Here are some examples of things that are known to be causes of CP:
- An infection during pregnancy, especially when a woman's water breaks and the baby isn't delivered within the following 24 hours.
- If your baby suffers a stroke within the womb.
- "Oxygen deprivation" when a baby's brain doesn't get enough oxygen during birth.
- An injury to a baby's head during birth or later.
- Bleeding in the brain or brain hemorrhaging.
- Severe jaundice.
- Brain infections like meningitis and encephalitis.
How Can I Tell If My Child Has CP?
If a child has CP, they will usually start to show signs of the disease before they reach the age of three. Regardless of age, if you see these signs in your child, you should contact your doctor immediately:
- They are not developing "motor skills" (for example, rolling over, sitting up or crawling) as fast as most children.
- Their muscles are too stiff and are very tight and do not stretch.
- They have an unusual posture or use one side of their body more than the other.
- They don't breastfeed well.
- Abnormal walk (gait): arms tucked in towards the sides, knees crossed or touching, legs make "scissors" movements, walk on the toes.
- Joints are tight and do not open up all the way (known as joint contracture).
- Muscle weakness or loss of movement in a group of muscles.
- Abnormal movements (twisting, jerking, or writhing) of the hands, feet, arms or legs while awake, which gets worse during periods of stress.
- Loss of coordination.
- Floppy muscles.
- Mental retardation however, CP babies can have normal intelligence.
- Speech problems (dysarthria).
- Hearing or vision problems.
- Small head size or the head circumference is not increasing normally.
Eating and digestive symptoms include:
- Difficulty sucking or feeding in infants, often needing a feeding tube.
- Problems swallowing (at all ages).
How Can a Doctor Tell if a Child Has CP?
There is no "test" for CP, but a doctor can tell whether a child has the disease by looking over the child's medical records and doing a physical and neurological exam.
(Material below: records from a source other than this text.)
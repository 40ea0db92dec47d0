package report

import (
	"strconv"
	"strings"

	"escapement/engine/plan"
	"escapement/engine/scene"
)

// settings lists what the plan states and, assumed, the everyday numbers that it does
// not. What its mode has no use for and what lies in an absent part is left out.
func (c rows) settings() []scene.Setting {
	p := c.Plan
	var out []scene.Setting
	for _, f := range plan.Catalogue() {
		if strings.Contains(f.Path, "[]") || f.Kind == plan.List {
			continue
		}
		if s, ok := c.setting(&f); ok {
			out = append(out, s)
		}
	}
	out = append(out, items("Foci", "heart.foci[]", "site", p.Foci)...)
	return append(out, items("Interventions", "interventions[]", "at_ms", p.Interventions)...)
}

func (c rows) setting(f *plan.Field) (scene.Setting, bool) {
	p := c.Plan
	s := scene.Setting{Group: group(f.Path), Label: label(f)}
	if f.Kind == plan.Group {
		if !p.Absent(f.Path) || f.IsNull || parentAbsent(p, f.Path) {
			return s, false
		}
		s.Value, s.Word, s.State = f.Null, true, scene.Changed
		return s, true
	}
	text, stated := p.Stated(f.Path)
	if !stated {
		if f.Advanced || p.Absent(f.Path) || c.idle(f.Path) {
			return s, false
		}
		if s.Value = standing(f); s.Value == "" || s.Value == "0" {
			return s, false // none, or something that adds nothing
		}
		s.State = scene.Assumed
	} else {
		if parentAbsent(p, f.Path) {
			return s, false
		}
		if s.Value = text; text != standing(f) {
			s.State = scene.Changed
		}
		if text == "null" {
			s.Value, s.Word = f.Null, true
			return s, true
		}
	}
	s.Value = words(f, s.Value)
	s.Unit, s.Word = f.Unit, f.Kind != plan.Number
	if f.Normal != nil {
		s.Normal = between(f.Normal.Low, f.Normal.High, f.Unit)
	}
	return s, true
}

func parentAbsent(p *plan.Plan, path string) bool {
	i := strings.LastIndexByte(path, '.')
	return i > 0 && p.Absent(path[:i])
}

// standing is the default as text, or "" where there is none.
func standing(f *plan.Field) string {
	switch {
	case f.Kind == plan.Switch:
		return strconv.FormatBool(f.On)
	case f.Default != nil:
		return strconv.FormatFloat(*f.Default, 'f', -1, 64)
	}
	return f.Word
}

func words(f *plan.Field, text string) string {
	switch {
	case f.Kind == plan.Switch && text == "true":
		return "on"
	case f.Kind == plan.Switch:
		return "off"
	case f.Kind == plan.Choice:
		return strings.ReplaceAll(text, "_", " ")
	}
	return text
}

// idle tells whether nothing uses an everyday number that the plan does not state: the
// node's clinical numbers where its curve is given outright, and what the mode of the
// device has no use for.
func (c rows) idle(path string) bool {
	const fast = "heart.av_node.fast."
	if strings.HasPrefix(path, fast) {
		_, curve := c.Plan.Stated(fast + "min_ms")
		return curve || c.Plan.Absent(fast+"ah_ms") && path != fast+"va_ms"
	}
	name, of := strings.CutPrefix(path, "pacemaker.")
	if !of || c.Device == nil {
		return of
	}
	m := c.Device.Settings.Mode
	switch name {
	case "max_tracking_rate_bpm", "sensed_av_ms":
		return !m.Tracks()
	case "paced_av_ms", "base_timing":
		return !(m.PacesA() && m.PacesV())
	case "pvarp_ms", "pvab_ms":
		return !(m.SensesA() && m.PacesV())
	case "ventricular_refractory_ms":
		return !m.SensesV()
	}
	return false
}

var groups = []struct{ prefix, name string }{
	{"heart.sinus", "Sinus node"}, {"heart.atria", "Atria"}, {"heart.av_node", "AV node"},
	{"heart.his_purkinje", "His-Purkinje"}, {"heart.ventricles", "Ventricles"},
	{"pacemaker.leads", "Leads of the device"}, {"pacemaker", "Pacemaker"}, {"heart", "Heart"},
}

func group(path string) string {
	for _, g := range groups {
		if strings.HasPrefix(path, g.prefix) {
			return g.name
		}
	}
	return "Strip"
}

// label names a field together with the part that it belongs to, which the page
// shows around it.
func label(f *plan.Field) string {
	parts := strings.Split(f.Path, ".")
	var around []string
	for i := 2; i < len(parts)-1; i++ {
		switch parts[i] {
		case "fast", "exit", "leads":
			continue
		}
		w := strings.ReplaceAll(parts[i], "_", " ")
		around = append(around, strings.NewReplacer(" av", " AV", "pvarp", "PVARP").Replace(w))
	}
	if parts[0] == "pacemaker" && len(parts) == 3 {
		around = []string{strings.NewReplacer("_", " ", "av", "AV", "pvarp", "PVARP").Replace(parts[1])}
	}
	return strings.Join(append(around, f.Label), ", ")
}

// mostItems bounds how many foci or interventions are printed.
const mostItems = 40

// items lists foci or interventions, one a row: first the field that tells them apart,
// then the others that they state.
func items(name, list, first string, its []plan.Item) []scene.Setting {
	var out []scene.Setting
	for i, it := range its {
		if i == mostItems {
			out = append(out, scene.Setting{Group: name, Label: "and more", Word: true, Value: strconv.Itoa(len(its) - i)})
			break
		}
		s := scene.Setting{Group: name, Word: true, State: scene.Changed}
		var rest []string
		for _, f := range plan.Catalogue() {
			field, of := strings.CutPrefix(f.Path, list+".")
			v, has := it[field]
			if !of || !has {
				continue
			}
			text := valued(&f, v)
			switch {
			case field == first:
				s.Label = text
			case field == "do":
				rest = append(rest, text)
			default:
				rest = append(rest, f.Label+" "+text)
			}
		}
		s.Value = strings.Join(rest, ", ")
		out = append(out, s)
	}
	return out
}

func valued(f *plan.Field, v plan.Value) string {
	switch {
	case v.Null:
		return "none"
	case f.Kind == plan.Switch:
		return words(f, strconv.FormatBool(v.On))
	case f.Kind == plan.Choice:
		return words(f, v.Text)
	case v.Text != "":
		return v.Text
	case len(v.List) > 0:
		parts := make([]string, len(v.List))
		for i, x := range v.List {
			parts[i] = strconv.FormatFloat(x, 'f', -1, 64)
		}
		return strings.TrimSpace(strings.Join(parts, " ") + " " + f.Unit)
	}
	return strings.TrimSpace(strconv.FormatFloat(v.Number, 'f', -1, 64) + " " + f.Unit)
}
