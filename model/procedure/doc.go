// Package procedure reads procedure files and turns them into programs that
// the core can run: evacuate, purge, fill, step, scan, hold, leak test, vent,
// energy.
//
// A procedure file is TOML, strict as a bench file is:
//
//	[procedure]
//	name = "purge and scan"
//
//	[[step]]
//	do = "purge"
//	cycles = 3
//	low = "5 mbar"
//	high = "3 bar"
//	hold = "30 s"
//
//	[[step]]
//	do = "scan"
//	from = "7 bar"
//	to = "11 bar"
//	by = "0.25 bar"
//	order = "up and down"
//	dwell = "20 s"
//	energies = ["1.1 uJ", "1.3 uJ"]
//
// A scan goes to pressures that are listed, evenly spaced (from, to, by), or so
// spaced that the model puts the emission at even steps of wavelength
// (from_emission, to_emission, emission_by). An evacuation ends at a pressure
// (to) or where it falls more slowly than until_rate.
//
// Everything is checked before anything runs: keys, units, which key goes with
// which verb, and every pressure against the limits of the bench. The package
// does no I/O and knows no clock.
package procedure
Sometimes, they also have to use brain imaging (MRI, CT, and ultrasound) to evaluate the child's brain, or take fluid samples from the child and test them in a lab. The more serious a child's case of CP is, the easier it is for a doctor to diagnose it. Most children with CP are diagnosed by the age of one, but some with less serious cases are not diagnosed until the age of three or four.
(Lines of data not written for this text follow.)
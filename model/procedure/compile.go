package procedure

import (
	"fmt"
	"math"
	"math/rand/v2"
	"slices"

	"barline/model/limit"
	"barline/model/live"
	"barline/model/unit"
)

// Bench is what compiling needs to know of the bench.
type Bench struct {
	Limits  limit.Limits
	Ambient unit.Pascal // where a vent without target goes
	// PressureFor returns the pressure at which the model puts the emission,
	// for scans in equal steps of wavelength; nil refuses those.
	PressureFor func(emission unit.Metre) (unit.Pascal, error)
}

func path(i int) string            { return fmt.Sprintf("step[%d]", i) }
func item(at string, i int) string { return fmt.Sprintf("%s[%d]", at, i) }

// Compile turns the procedure into a program and checks every phase of it
// against the limits.
func (p *Procedure) Compile(b Bench) (*live.Program, error) {
	out := &live.Program{Name: p.Procedure.Name}
	for i := range p.Step {
		phases, err := p.Step[i].phases(b)
		if err != nil {
			return nil, fmt.Errorf("%s: step %d (%s): %w", p.Procedure.Name, i+1, p.Step[i].Do, err)
		}
		out.Phases = append(out.Phases, phases...)
	}
	if err := out.Check(b.Limits); err != nil {
		return nil, fmt.Errorf("%s: %w", p.Procedure.Name, err)
	}
	return out, nil
}

func (s *Step) reach(label string, to unit.Pascal, dwell unit.Second, row bool) live.Phase {
	return live.Phase{
		Label: label, Action: live.Reach, Target: to, Rate: s.Rate, Within: s.Within,
		Patience: s.Patience.Duration(), Dwell: dwell.Duration(), Row: row,
	}
}

func (s *Step) phases(b Bench) ([]live.Phase, error) {
	switch s.Do {
	case "evacuate":
		ph := s.reach("evacuating", s.To, s.Hold, false)
		ph.Floor = s.UntilRate
		return []live.Phase{ph}, nil
	case "energy":
		return []live.Phase{setEnergy(s.Energy)}, nil
	case "fill":
		return []live.Phase{s.reach("filling", s.To, 0, false)}, nil
	case "step":
		return []live.Phase{s.reach("step to "+s.To.String(), s.To, s.Dwell, true)}, nil
	case "hold":
		return []live.Phase{{Label: "holding", Action: live.Stay, Dwell: s.For.Duration()}}, nil
	case "leak test":
		return []live.Phase{{Label: "leak test, valves shut", Action: live.Isolate, Dwell: s.For.Duration(), Row: true, MaxRise: s.MaxRise}}, nil
	case "vent":
		to := s.To
		if to == 0 {
			to = b.Ambient
		}
		if !(to > 0) {
			return nil, fmt.Errorf("where to is not known: give to, or panel.ambient in the bench file")
		}
		return []live.Phase{s.reach("venting", to, 0, false)}, nil
	case "purge":
		var out []live.Phase
		for i := range s.Cycles {
			out = append(out,
				s.reach(fmt.Sprintf("purge %d of %d, down", i+1, s.Cycles), s.Low, s.Hold, false),
				s.reach(fmt.Sprintf("purge %d of %d, up", i+1, s.Cycles), s.High, 0, false))
		}
		return out, nil
	case "scan":
		return s.scan(b)
	}
	return nil, fmt.Errorf("%q is not a verb", s.Do)
}

func setEnergy(e unit.Joule) live.Phase {
	return live.Phase{Label: "pulse energy " + e.String(), Action: live.SetEnergy, Energy: e}
}

// scan returns the phases of a scan in their order: all pressures at the first
// pulse energy, then all at the next, since somebody may have to set it.
func (s *Step) scan(b Bench) ([]live.Phase, error) {
	targets, err := s.targets(b)
	if err != nil {
		return nil, err
	}
	switch s.Order {
	case "down":
		slices.Reverse(targets)
	case "up and down":
		back := slices.Clone(targets)
		slices.Reverse(back)
		targets = append(targets, back[1:]...)
	}
	rng := rand.New(rand.NewPCG(uint64(s.Seed), 0))
	rounds, all := max(1, len(s.energies)), len(targets)*max(1, len(s.energies))
	var out []live.Phase
	for round := range rounds {
		if s.Order == "random" { // another order at each energy
			rng.Shuffle(len(targets), func(i, j int) { targets[i], targets[j] = targets[j], targets[i] })
		}
		at := ""
		if len(s.energies) > 0 {
			at = " at " + s.energies[round].String()
			out = append(out, setEnergy(s.energies[round]))
		}
		for i, p := range targets {
			out = append(out, s.reach(fmt.Sprintf("scan %d of %d%s", round*len(targets)+i+1, all, at), p, s.Dwell, true))
		}
	}
	return out, nil
}

// targets returns the pressures of a scan, ascending unless they were listed.
func (s *Step) targets(b Bench) ([]unit.Pascal, error) {
	switch {
	case len(s.pressures) > 0:
		return slices.Clone(s.pressures), nil
	case s.By > 0:
		n, err := count(float64(s.From), float64(s.To), float64(s.By))
		if err != nil {
			return nil, err
		}
		out := make([]unit.Pascal, n)
		for i := range out {
			out[i] = s.From + unit.Pascal(i)*s.By
		}
		return out, nil
	case s.EmissionBy > 0:
		if b.PressureFor == nil {
			return nil, fmt.Errorf("no model says at which pressure the source emits where")
		}
		n, err := count(float64(s.FromEmission), float64(s.ToEmission), float64(s.EmissionBy))
		if err != nil {
			return nil, err
		}
		out := make([]unit.Pascal, n)
		for i := range out {
			if out[i], err = b.PressureFor(s.FromEmission + unit.Metre(i)*s.EmissionBy); err != nil {
				return nil, err
			}
		}
		slices.Sort(out)
		return out, nil
	}
	return nil, fmt.Errorf("the scan has no pressures")
}

// count returns how many points a row from, from+by, … to has. The last one
// may miss to by a thousandth of by.
func count(from, to, by float64) (int, error) {
	steps := (to - from) / by
	n := math.Floor(steps+1e-3) + 1
	switch {
	case !(steps >= 0):
		return 0, fmt.Errorf("the scan ends below its start; expected from below to, and order = \"down\" to go down")
	case n > live.MaxPhases:
		return 0, fmt.Errorf("the scan has %.0f points, expected at most %d", n, live.MaxPhases)
	}
	return int(n), nil
}
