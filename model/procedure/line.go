package procedure

import (
	"errors"
	"fmt"
	"slices"
	"strings"

	"barline/model/form"
	"barline/model/unit"
)

// ParseLine reads a procedure as a person types it into one line: steps parted
// by semicolons, each a verb and its keys as in a procedure file, their values
// without quotes:
//
//	purge cycles 3, low 50 mbar, high 3 bar; fill to 9 bar; leak test for 10 min
//
// It is checked as a file is. Gauge pressures count from ambient.
func ParseLine(text string, ambient unit.Pascal) (*Procedure, error) {
	var names []string
	file := "[procedure]\nname = \"typed\"\n"
	for i, step := range strings.Split(text, ";") {
		step = strings.TrimSpace(step)
		if step == "" {
			continue
		}
		name, lines, err := stepLines(step)
		if err != nil {
			return nil, fmt.Errorf("step %d: %w", i+1, err)
		}
		names = append(names, name)
		file += lines
	}
	p, err := Parse([]byte(file), "typed", ambient)
	var mistakes form.Mistakes
	if errors.As(err, &mistakes) && len(mistakes) > 0 {
		// Lines and columns of the file that it was turned into say nothing.
		return nil, errors.New(strings.TrimPrefix(mistakes[0].Text, "step."))
	}
	if err != nil {
		return nil, err
	}
	p.Procedure.Name = strings.Join(slices.Compact(names), ", ")
	return p, nil
}

// stepLines turns one typed step into the lines of a file.
func stepLines(step string) (name, lines string, err error) {
	for v := range verbs {
		if rest, ok := strings.CutPrefix(step, v); ok && (rest == "" || rest[0] == ' ') {
			name, step = v, rest
			break
		}
	}
	if name == "" {
		var known []string
		for v := range verbs {
			known = append(known, v)
		}
		slices.Sort(known)
		return "", "", fmt.Errorf("%q: expected it to begin with %s", step, form.Enumerate(known, "or"))
	}
	lines = fmt.Sprintf("[[step]]\ndo = %q\n", name)
	for _, item := range strings.Split(step, ",") {
		item = strings.TrimSpace(item)
		if item == "" {
			continue
		}
		key, value := splitKey(item)
		switch {
		case key == "":
			return "", "", fmt.Errorf("%q: %s takes %s", item, name, takes(name))
		case value == "":
			return "", "", fmt.Errorf("%q: a value is missing", item)
		case key == "pressures" || key == "energies":
			return "", "", fmt.Errorf("a list of %s needs a procedure file", key)
		case key == "cycles" || key == "seed": // whole numbers
			if strings.Trim(value, "0123456789") != "" {
				return "", "", fmt.Errorf("%s %q: expected a whole number", key, value)
			}
			lines += fmt.Sprintf("%s = %s\n", key, value)
		default:
			lines += fmt.Sprintf("%s = %q\n", key, value)
		}
	}
	return name, lines, nil
}

// takes names the keys of a verb as they are typed, those it needs first.
func takes(name string) string {
	v := verbs[name]
	list := append(slices.Clone(v.needs), v.may...)
	for i := range list {
		list[i] = strings.ReplaceAll(list[i], "_", " ")
	}
	return form.Enumerate(list, "and")
}

// splitKey parts the longest key that an item begins with from its value; key
// is empty where it begins with none.
func splitKey(item string) (key, value string) {
	for _, k := range keys {
		typed := strings.ReplaceAll(k, "_", " ")
		rest, ok := strings.CutPrefix(item, typed)
		if ok && (rest == "" || rest[0] == ' ') && len(k) > len(key) {
			key, value = k, strings.TrimSpace(rest)
		}
	}
	return key, value
}
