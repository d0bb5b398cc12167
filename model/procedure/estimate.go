package procedure

import (
	"time"

	"barline/model/flow"
	"barline/model/limit"
	"barline/model/live"
	"barline/model/unit"
)

// Site is where a program would run, for an estimate of what it takes.
type Site struct {
	Limits      limit.Limits
	Volume      unit.CubicMetre // of both cells
	Gas         flow.Medium
	Temperature unit.Kelvin
	Settle      time.Duration // after each ramp
}

// Cost is what one phase takes, by estimate.
type Cost struct {
	Time time.Duration
	Gas  float64 // mol taken from the cylinder
}

// Estimate works out what every phase of a program takes from a pressure on,
// and the sum: ramps at their rate, a settling time after each, dwells; gas
// for what the cells hold more at the end of a ramp than at its start. What a
// valve cannot pass or a pump cannot reach in that time comes on top.
func (s Site) Estimate(p *live.Program, from unit.Pascal) (each []Cost, sum Cost, err error) {
	at := from
	held, err := s.Gas.Density(at, s.Temperature)
	if err != nil {
		return nil, Cost{}, err
	}
	for _, ph := range p.Phases {
		c := Cost{Time: ph.Dwell}
		if ph.Action == live.Reach {
			c.Time += s.Settle + s.Limits.AtMost(ph.Rate).RampTime(at, ph.Target)
			at = ph.Target
			holds, err := s.Gas.Density(at, s.Temperature)
			if err != nil {
				return nil, Cost{}, err
			}
			c.Gas = max(0, float64(holds-held)*float64(s.Volume))
			held = holds
		}
		each = append(each, c)
		sum.Time += c.Time
		sum.Gas += c.Gas
	}
	return each, sum, nil
}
Some possible tests your doctor may order include:
- Blood tests (tests for metabolic and/or genetic disorders)
- CT or MRI scan of the brain
- Electroencephalogram (EEG)
- Hearing tests
- Vision testing
- Referral to a pediatric neurologist.
How Can CP be Treated?
CP cannot be cured, but it can be treated so that a person with the disease can use their muscles, do more on their own and improve the quality of their life. Treatment is based on a person's symptoms.
Here are some examples of treatments for CP:
- Surgery, which can help a person with CP use their muscles better.
- Medication such as Botox and Baclofen, can make muscles spasm less, minimize drooling and reduce tremors.
- Physical therapy exercises that can improve movement and increase strength.
- Speech therapy, which can help a person with CP communicate more clearly and/or swallow better.
- Psychological and social-work counseling can help a person with CP and their family deal with the person's disease and get the services they need.
- Occupational therapy
- Mobility aids such as wheelchairs, braces, splints, etc.
In an attempt to prevent or reduce the risk of CP, one should get proper prenatal care by frequently seeing their obstetrician. However, the disorder may not be preventable.